If so, what is the maximum alignment that NativeMemory.Realloc would maintain?

It depends on the underlying system. The C runtime doesn't guarantee a range of values that aligned_alloc must support, only that it must be support all fundamental alignments (typically this will be all powers of 2 up to sizeof(void*)). In practice most support at least up to the size of a page and many support larger alignments as well.

Is the only purpose of NativeMemory.AlignedRealloc for situations when you want to change alignment?

Changing alignment isn't strictly guaranteed to work as some underlying realloc functions, such as _aligned_realloc on Windows, require it to match the original alignment passed into the aligned allocation function. It exists to pair with AlignedAlloc and provide a function that will definitively work.

One bit I was trying to say in my previous message was that the .NET team could, with a bit more discussion, simplify our own implementation and just call realloc on Linux, rather than manually doing an aligned_alloc+memcpy+free chain. This would fix the performance issue you're seeing without needing users to rely on implementation details.

Can we include this information in the NativeMemory.Realloc documentation?

I think there's a few clarifying remarks we can add to improve things here, yes. Particularly in terms of what may be undefined behavior across platforms.
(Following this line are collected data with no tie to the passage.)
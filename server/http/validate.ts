import type { RequestHandler } from 'express';
import type { z } from 'zod';
import { AppError, zodDetails } from './errors';

type Schemas = { body?: z.ZodType; query?: z.ZodType; params?: z.ZodType };

declare global {
  // eslint-disable-next-line @typescript-eslint/no-namespace
  namespace Express {
    interface Request {
      valid: { body?: unknown; query?: unknown; params?: unknown };
    }
  }
}

/** Where in a request part a text holds NUL (U+0000), which PostgreSQL's text cannot store. */
function nulPath(value: unknown, path: string[] = []): string | null {
  if (typeof value === 'string') return value.includes('\u0000') ? path.join('.') : null;
  if (value === null || typeof value !== 'object') return null;
  for (const [key, inner] of Object.entries(value)) {
    const found = key.includes('\u0000') ? [...path, key].join('.') : nulPath(inner, [...path, key]);
    if (found !== null) return found;
  }
  return null;
}

/** Parses the request's parts with zod schemas from shared/; 400 with the failing fields.
 * Parsed asynchronously, since some checks (password strength) load their data on first use. */
export function validate(schemas: Schemas): RequestHandler {
  return async (req, _res, next) => {
    req.valid = {};
    for (const part of ['params', 'query', 'body'] as const) {
      const schema = schemas[part];
      if (!schema) continue;
      const nul = nulPath(req[part]);
      if (nul !== null) {
        next(new AppError(400, 'validation', `Some ${part === 'body' ? 'fields' : part} are not valid`, [{ path: nul, message: 'Holds a NUL character (U+0000), which cannot be stored' }]));
        return;
      }
      const result = await schema.safeParseAsync(req[part] ?? {});
      if (!result.success) {
        next(new AppError(400, 'validation', `Some ${part === 'body' ? 'fields' : part} are not valid`, zodDetails(result.error)));
        return;
      }
      req.valid[part] = result.data;
    }
    next();
  };
}
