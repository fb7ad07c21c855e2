import type { RequestHandler } from 'express';
import type { z } from 'zod';
import { AppError, zodDetails } from './errors';

type Schemas = { body?: z.ZodType; query?: z.ZodType; params?: z.ZodType };

declare global {
  // eslint-disable-next-line @typescript-eslint/no-namespace
  namespace Express {
    interface Request {
      valid: { body?: unknown; query?: unknown; params?: unknown };
    }
  }
}

/** Parses the request's parts with zod schemas from shared/; 400 with the failing fields.
 * Parsed asynchronously, since some checks (password strength) load their data on first use. */
export function validate(schemas: Schemas): RequestHandler {
  return async (req, _res, next) => {
    req.valid = {};
    for (const part of ['params', 'query', 'body'] as const) {
      const schema = schemas[part];
      if (!schema) continue;
      const result = await schema.safeParseAsync(req[part] ?? {});
      if (!result.success) {
        next(new AppError(400, 'validation', `Some ${part === 'body' ? 'fields' : part} are not valid`, zodDetails(result.error)));
        return;
      }
      req.valid[part] = result.data;
    }
    next();
  };
}
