// The three routes of an editable record: read one, create, replace. Each answers with the record
// as `view` presents it, read again after the write.
import type { Router } from 'express';
import type { z } from 'zod';
import type { Permission } from '../../shared/policies';
import { actorOf, type AuditActor } from '../audit/record';
import { allow, authenticate } from '../auth/authenticate';
import { idParams, type IdParams } from './params';
import { validate } from './validate';

type RecordRoutes<Schema extends z.ZodType> = {
  read: Permission;
  write: Permission;
  schema: Schema;
  view: (id: number) => Promise<unknown>;
  create: (actor: AuditActor, input: z.input<Schema>) => Promise<{ id: number }>;
  update: (actor: AuditActor, id: number, input: z.input<Schema>) => Promise<unknown>;
};

export function mountRecord<Schema extends z.ZodType>(router: Router, routes: RecordRoutes<Schema>) {
  router.get('/:id', authenticate, allow(routes.read), validate({ params: idParams }), async (req, res) => {
    res.json(await routes.view((req.valid.params as IdParams).id));
  });
  router.post('/', authenticate, allow(routes.write), validate({ body: routes.schema }), async (req, res) => {
    const created = await routes.create(actorOf(req), req.valid.body as z.input<Schema>);
    res.status(201).json(await routes.view(created.id));
  });
  router.put('/:id', authenticate, allow(routes.write), validate({ params: idParams, body: routes.schema }), async (req, res) => {
    const { id } = req.valid.params as IdParams;
    await routes.update(actorOf(req), id, req.valid.body as z.input<Schema>);
    res.json(await routes.view(id));
  });
}
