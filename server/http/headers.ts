// Security headers on every answer, app and API alike: a content security policy the built client
// keeps to (its own scripts, styles, fonts and images only), no framing by any page (so the signing
// page cannot be overlaid), no MIME sniffing. HSTS only where Phaselot is served over HTTPS.
import helmet from 'helmet';
import { config } from '../config';

const https = config.PUBLIC_URL.startsWith('https:');

export const securityHeaders = helmet({
  contentSecurityPolicy: {
    useDefaults: false,
    directives: {
      defaultSrc: ["'self'"],
      scriptSrc: ["'self'"],
      styleSrc: ["'self'"],
      imgSrc: ["'self'", 'data:'],
      fontSrc: ["'self'"],
      connectSrc: ["'self'"],
      objectSrc: ["'none'"],
      baseUri: ["'self'"],
      formAction: ["'self'"],
      frameAncestors: ["'none'"],
      ...(https ? { upgradeInsecureRequests: [] } : {}),
    },
  },
  xFrameOptions: { action: 'deny' },
  strictTransportSecurity: https ? { maxAge: 180 * 24 * 3600 } : false,
});
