// The bench files measured with one instrument, newest first, each linked to its lot.
import type { InstrumentFileView } from '../../shared/schemas/instruments';
import type { ListQuery } from '../../shared/schemas/paging';
import { lotName } from '../../shared/schemas/stock';
import type { ListDefinition } from '../http/list';

export type InstrumentFilesQuery = ListQuery & { instrumentId: number };

export const instrumentFileList: ListDefinition<InstrumentFileView, InstrumentFilesQuery> = {
  select: `mf.id, mf.original_name AS name, mf.lot_id AS "lotId", mf.method, mf.metadata->>'date' AS "measuredOn", mf.row_count AS "rowCount",
    mf.uploaded_at AS "uploadedAt", coalesce(nullif(u.name, ''), u.email) AS "uploadedBy"`,
  from: `measurement_files mf JOIN users u ON u.id = mf.uploaded_by`,
  sortable: { uploadedAt: 'mf.uploaded_at', name: 'mf.original_name', lot: 'mf.lot_id' },
  notNull: ['uploadedAt', 'name', 'lot'],
  defaultSort: '-uploadedAt',
  tieBreaker: 'mf.id',
  search: ['mf.original_name', `'L-' || mf.lot_id`],
  filters: (query) => ({ clauses: ['mf.instrument_id = :instrumentId'], replacements: { instrumentId: query.instrumentId } }),
  present: (r) => ({
    id: Number(r.id),
    name: String(r.name),
    lotId: Number(r.lotId),
    lot: lotName(Number(r.lotId)),
    method: String(r.method),
    measuredOn: (r.measuredOn as string | null) ?? null,
    rowCount: Number(r.rowCount),
    uploadedAt: (r.uploadedAt as Date).toISOString(),
    uploadedBy: String(r.uploadedBy),
  }),
  csv: {
    filename: 'instrument-files',
    columns: [
      { header: 'file', value: (r) => r.name },
      { header: 'lot', value: (r) => r.lot },
      { header: 'method', value: (r) => r.method },
      { header: 'measured_on', value: (r) => r.measuredOn },
      { header: 'rows', value: (r) => r.rowCount },
      { header: 'uploaded_at', value: (r) => r.uploadedAt },
      { header: 'uploaded_by', value: (r) => r.uploadedBy },
    ],
  },
};
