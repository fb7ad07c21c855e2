import type { ErrorRequestHandler, RequestHandler } from 'express';
import { ZodError } from 'zod';
import { DatabaseError, UniqueConstraintError, ForeignKeyConstraintError } from 'sequelize';
import multer from 'multer';
import { logger } from '../logger';

/** An error the client can act on: it leaves the API as `{error: {code, message, details}}`. */
export class AppError extends Error {
  constructor(
    readonly status: number,
    readonly code: string,
    message: string,
    readonly details?: unknown,
  ) {
    super(message);
  }
}

export const badRequest = (message: string, details?: unknown) => new AppError(400, 'bad_request', message, details);
export const unauthorized = (message = 'Sign in to continue') => new AppError(401, 'unauthorized', message);
export const forbidden = (message = 'Your role does not allow this') => new AppError(403, 'forbidden', message);
export const notFound = (what = 'Resource') => new AppError(404, 'not_found', `${what} not found`);
export const conflict = (message: string, details?: unknown) => new AppError(409, 'conflict', message, details);

export function zodDetails(error: ZodError) {
  return error.issues.map((issue) => ({ path: issue.path.join('.'), message: issue.message }));
}

export const JSON_LIMIT = '2mb';

/** PostgreSQL's refusals of a value that came in with the request (a check at the edge missed it):
 * the client's to fix, not a fault of the server. */
const REFUSED_VALUES: Record<string, string> = {
  '22021': 'A text holds a character that cannot be stored (such as NUL, U+0000)',
  '22P05': 'A text holds a character that cannot be stored',
  '22003': 'A number is out of the range that can be stored',
  '22001': 'A text is longer than can be stored',
  '22007': 'A date or time is not valid',
  '22008': 'A date or time is out of range',
};

export const notFoundHandler: RequestHandler = (req, _res, next) => {
  next(new AppError(404, 'not_found', `No API route ${req.method} ${req.path}`));
};

export const errorHandler: ErrorRequestHandler = (err, req, res, _next) => {
  if (err instanceof AppError) {
    res.status(err.status).json({ error: { code: err.code, message: err.message, details: err.details } });
    return;
  }
  if (err instanceof ZodError) {
    res.status(400).json({ error: { code: 'validation', message: 'Some fields are not valid', details: zodDetails(err) } });
    return;
  }
  if (err instanceof UniqueConstraintError) {
    const fields = err.errors.map((e) => e.path).filter(Boolean);
    res.status(409).json({ error: { code: 'duplicate', message: `Already exists: ${fields.join(', ') || 'record'}`, details: fields } });
    return;
  }
  if (err instanceof ForeignKeyConstraintError) {
    res.status(409).json({ error: { code: 'in_use', message: 'The record is referenced by other records' } });
    return;
  }
  if (err instanceof multer.MulterError) {
    const status = err.code === 'LIMIT_FILE_SIZE' ? 413 : 400;
    res.status(status).json({ error: { code: 'upload', message: err.message, details: { field: err.field } } });
    return;
  }
  if (err?.type === 'entity.parse.failed') {
    res.status(400).json({ error: { code: 'bad_json', message: 'The request body is not valid JSON' } });
    return;
  }
  if (err?.type === 'entity.too.large') {
    res.status(413).json({ error: { code: 'too_large', message: `The request body is larger than the ${JSON_LIMIT} allowed; send files as uploads` } });
    return;
  }
  // Other refusals of the body parser (unknown charset or encoding) carry their own 4xx status.
  if (err?.expose && err.status >= 400 && err.status < 500) {
    res.status(err.status).json({ error: { code: 'bad_request', message: err.message } });
    return;
  }
  // PostgreSQL stopped the statement: it ran past STATEMENT_TIMEOUT_SECONDS (or its client left, and nobody reads this).
  if (err instanceof DatabaseError && (err.parent as { code?: string }).code === '57014') {
    res
      .status(503)
      .json({ error: { code: 'timeout', message: 'The server stopped this request: it took longer than allowed. Narrow it down and try again.' } });
    return;
  }
  const refused = err instanceof DatabaseError ? REFUSED_VALUES[(err.parent as { code?: string }).code ?? ''] : undefined;
  if (refused) {
    res.status(400).json({ error: { code: 'bad_value', message: refused } });
    return;
  }
  logger.error({ err, requestId: req.id }, 'unhandled error');
  res.status(500).json({ error: { code: 'internal', message: 'Something went wrong on the server', details: { requestId: req.id } } });
};
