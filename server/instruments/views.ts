// An instrument as the API shows it, which is also what the audit trail records of one.
import type { Instrument } from '../../db/models';
import { todayUtc } from '../../shared/calibration';
import type { InstrumentView } from '../../shared/schemas/instruments';

export function presentInstrument(i: Instrument): InstrumentView {
  return {
    id: i.id,
    code: i.code,
    kind: i.kind,
    description: i.description,
    s3Sign: i.s3Sign,
    angleSign: i.angleSign,
    uncertaintyWaves: i.uncertaintyWaves,
    uncertaintyDeg: i.uncertaintyDeg,
    calibratedOn: i.calibratedOn,
    calibrationDueOn: i.calibrationDueOn,
    active: i.active,
    calibrationCurrent: i.newestCalibrationCovers(todayUtc()),
  };
}
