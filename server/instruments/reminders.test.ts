import { mkdtempSync } from 'node:fs';
import { tmpdir } from 'node:os';
import { join } from 'node:path';
import nodemailer from 'nodemailer';
import { QueryTypes } from 'sequelize';
import { describe, expect, it } from 'vitest';
import { sequelize } from '../../db';
import { daysBetween, todayUtc } from '../../shared/calibration';
import { as } from '../../tests/helpers/api';
import { uniqueTag } from '../../tests/helpers/purchasing';
import { startMailCatcher } from '../mail/catcher';
import { readCaughtMail } from '../mail/caughtMail';
import { deliverDueMail } from '../mail/outbox';
import { calibrationsDue } from './calibrations';
import { remindCalibrationsDue } from './reminders';

const plusDays = (day: string, n: number) => new Date(Date.parse(`${day}T00:00:00Z`) + n * 86_400_000).toISOString().slice(0, 10);

/** An instrument calibrated a year ago, due `daysLeft` days from today. */
async function instrumentDueIn(daysLeft: number) {
  const dueOn = plusDays(todayUtc(), daysLeft);
  const created = await (
    await as('quality')
  )
    .post('/api/instruments')
    .send({
      code: `T-REM-${uniqueTag()}`,
      kind: 'rotating-plate',
      uncertaintyWaves: 0.001,
      uncertaintyDeg: 0.1,
      calibratedOn: plusDays(dueOn, -365),
      calibrationDueOn: dueOn,
    })
    .expect(201);
  return { id: created.body.id as number, code: created.body.code as string, dueOn };
}

const qualityEmails = async () =>
  (await sequelize.query<{ email: string }>(`SELECT email FROM users WHERE active AND 'quality' = ANY(roles) ORDER BY email`, { type: QueryTypes.SELECT })).map(
    (u) => u.email,
  );

describe('calibration reminders', () => {
  it('mails the quality managers at 30 and at 7 days before the due date, once per threshold, through the mail catcher', async () => {
    const soon = await instrumentDueIn(20);
    const sooner = await instrumentDueIn(5);
    const later = await instrumentDueIn(45);

    const first = await remindCalibrationsDue();
    const mine = (code: string) => first.find((r) => r.code === code);
    // Site defaults: 30 and 7 days. 20 days left has crossed 30; 5 days left has crossed both, in one mail.
    expect(mine(soon.code)).toEqual({ code: soon.code, daysBefore: [30] });
    expect(mine(sooner.code)).toEqual({ code: sooner.code, daysBefore: [30, 7] });
    expect(mine(later.code)).toBeUndefined();

    // Run again (a restart, a second server): nothing more for these.
    const again = await remindCalibrationsDue();
    expect(again.map((r) => r.code)).not.toContain(soon.code);
    expect(again.map((r) => r.code)).not.toContain(sooner.code);

    // Thirteen days on, the first comes within 7 days: its second reminder, and only that.
    const weekLater = await remindCalibrationsDue(plusDays(todayUtc(), 14));
    expect(weekLater.find((r) => r.code === soon.code)).toEqual({ code: soon.code, daysBefore: [7] });
    expect(weekLater.find((r) => r.code === sooner.code)).toBeUndefined();

    const dir = mkdtempSync(join(tmpdir(), 'phaselot-calibration-mail-'));
    const catcher = await startMailCatcher({ port: 0, dir });
    try {
      await deliverDueMail(nodemailer.createTransport(`smtp://127.0.0.1:${catcher.port}`));
      const caught = await readCaughtMail(dir);
      const about = (code: string) => caught.filter((m) => m.subject.startsWith(`Calibration of ${code} is due`));
      expect(
        about(soon.code)
          .map((m) => m.subject)
          .sort(),
      ).toEqual([`Calibration of ${soon.code} is due in 20 days (${soon.dueOn})`, `Calibration of ${soon.code} is due in 6 days (${soon.dueOn})`]);
      const [soonerMail] = about(sooner.code);
      expect(about(sooner.code)).toHaveLength(1);
      expect(soonerMail.to.split(', ').sort()).toEqual(await qualityEmails());
      expect(soonerMail.text).toContain(`/instruments/${sooner.id}`);
      expect(soonerMail.text).toContain(`is due in 5 days, on ${sooner.dueOn}`);
    } finally {
      await catcher.close();
    }
  });

  it('mails once when two servers run the job at the same moment', async () => {
    const due = await instrumentDueIn(3);
    const [a, b] = await Promise.all([remindCalibrationsDue(), remindCalibrationsDue()]);
    expect([...a, ...b].filter((r) => r.code === due.code)).toEqual([{ code: due.code, daysBefore: [30, 7] }]);
    const [{ mails }] = await sequelize.query<{ mails: string }>(
      `SELECT count(*) AS mails FROM mail_outbox WHERE related_type = 'instrument' AND related_id = :id`,
      { type: QueryTypes.SELECT, replacements: { id: String(due.id) } },
    );
    expect(Number(mails)).toBe(1);
  });

  it('lists instruments by due date for the dashboards, lapsed ones with negative days', async () => {
    const lapsed = await instrumentDueIn(-2);
    const due = await instrumentDueIn(10);
    const listed = await calibrationsDue(12);
    const mine = listed.filter((d) => d.code === lapsed.code || d.code === due.code);
    expect(mine.map((d) => [d.code, d.daysLeft])).toEqual([
      [lapsed.code, -2],
      [due.code, 10],
    ]);
    // Soonest first throughout.
    expect(listed.map((d) => d.dueOn)).toEqual([...listed.map((d) => d.dueOn)].sort());
    expect(listed.every((d) => d.daysLeft === daysBetween(todayUtc(), d.dueOn))).toBe(true);
    expect((await calibrationsDue(5)).map((d) => d.code)).not.toContain(due.code);
  });
});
jkotas commented 1 day ago

The C runtime in particular remembers the original user specified alignment passed into aligned_alloc and preserves that if it needs to allocate a new buffer as part of realloc.

Is that documented somewhere? I do not see it mentioned in any documentation and it does not appear to be the case based on my ad-hoc testing. For example, this is going to reliable show that realloc does not preserve 64kB alignment on Ubuntu 24.04:

include <stdlib.h>
#include <stdio.h>
#include <stdint.h>

int main()
{
   int blockSize = 65536;

   void* p = aligned_alloc(blockSize, blockSize);
   printf("%p %s\n", p, (((uintptr_t)p % blockSize) == 0) ? "aligned" : "NOT ALIGNED!");

   void* p2 = realloc(p, 2*blockSize);
   printf("%p %s\n", p2, (((uintptr_t)p2 % blockSize) == 0) ? "aligned" : "NOT ALIGNED!");
}

The exact conditions where realloc happens to preserve alignment vary between C runtime flavors (e.g. glibc vs. musl). I do not think that it is something one can reasonably depend on.

tannergooding commented 1 day ago

Is that documented somewhere?

Hmmm, I thought it had been in the C17 or C23 spec; but after having re-read the relevant portions it isn't explicitly called out.

It would indeed be dependent on the underlying implementation given that, which may not preserve it in all cases.